Alberto Yáñez Boyer, Ramón y Cajal researcher at BIOTECMED (Interdisciplinary Research Structure in Biotechnology and Biomedicine) and the Department of Microbiology and Ecology at the University of Valencia (UV), participates in a study on the C9orf72 gene and its mutations in the immune system.
The paper suggests that inhibiting activation of the STING protein could be a new therapeutic strategy to treat patients with C9orf72 mutations with frontotemporal dementia (FTD) and hereditary amyotrophic lateral sclerosis (ALS).
Mutations in the C9orf72 gene are the most common known causes of frontotemporal dementia (FTD) and hereditary amyotrophic lateral sclerosis (ALS), a progressive neurodegenerative disease that rapidly affects motor neurons in the brain and spinal cord, which stop sending messages to muscles, causing muscle weakening and inability to move. Mutations of this gene in patients cause both the production of toxic proteins and the decrease in the expression of the C9orf72 gene.
Alberto Yáñez, researcher of the University of Valencia, collaborates in this study, which was recently published in journal Nature. It is led by the laboratory of researcher Robert Baloh of the Institute of Regenerative Medicine, the Department of Neurology and the Center for Neural Sciences and Medicine of Cedars-Sinai Medical Center Hospital, in Los Angeles (USA).

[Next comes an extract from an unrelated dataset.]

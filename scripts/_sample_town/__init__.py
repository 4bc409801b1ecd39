"""Parts of the generator of the invented demo town (scripts/make_sample_gis.py)."""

In previous research, published in the journal Science, we demonstrated an unexpected role for C9orf72 in the regulation of the immune system. This was interesting, as patients with FTD/ALS tend to develop autoimmune diseases, but the reason for this increased risk in these patients was still unclear.”
Alberto Yáñez Boyer, Researcher, University of Valencia
In this study, they show that C9orf72 regulates the function of STING, a critical sensor of viral infections within the innate immune system.
Yáñez Boyer explains that what they observed in a mouse model “is that the loss of C9orf72 causes STING to become hyperactive inducing a large systemic inflammation. In addition, we found a similar overactive inflammatory signal in the blood and tissues of ALS patients carrying the C9orf72 mutation. We finally found that we could suppress this overactive inflammation using a STING inhibitor”, explains the UV researcher.
The co-author of the paper published in Nature concludes that “these findings reveal that patients with C9orf72 mutations have a fundamentally altered immune system, with a tendency to autoimmunity and an altered response to viruses and other environmental pathogens. This study suggests that inhibiting STING activation could be a new therapeutic strategy for treating patients with FTD/ELA carrying C9orf72 mutations”.
McCauley, M. E., et al. (2020) C9orf72 in myeloid cells suppresses STING-induced inflammation. Nature. doi.org/10.1038/s41586-020-2625-x.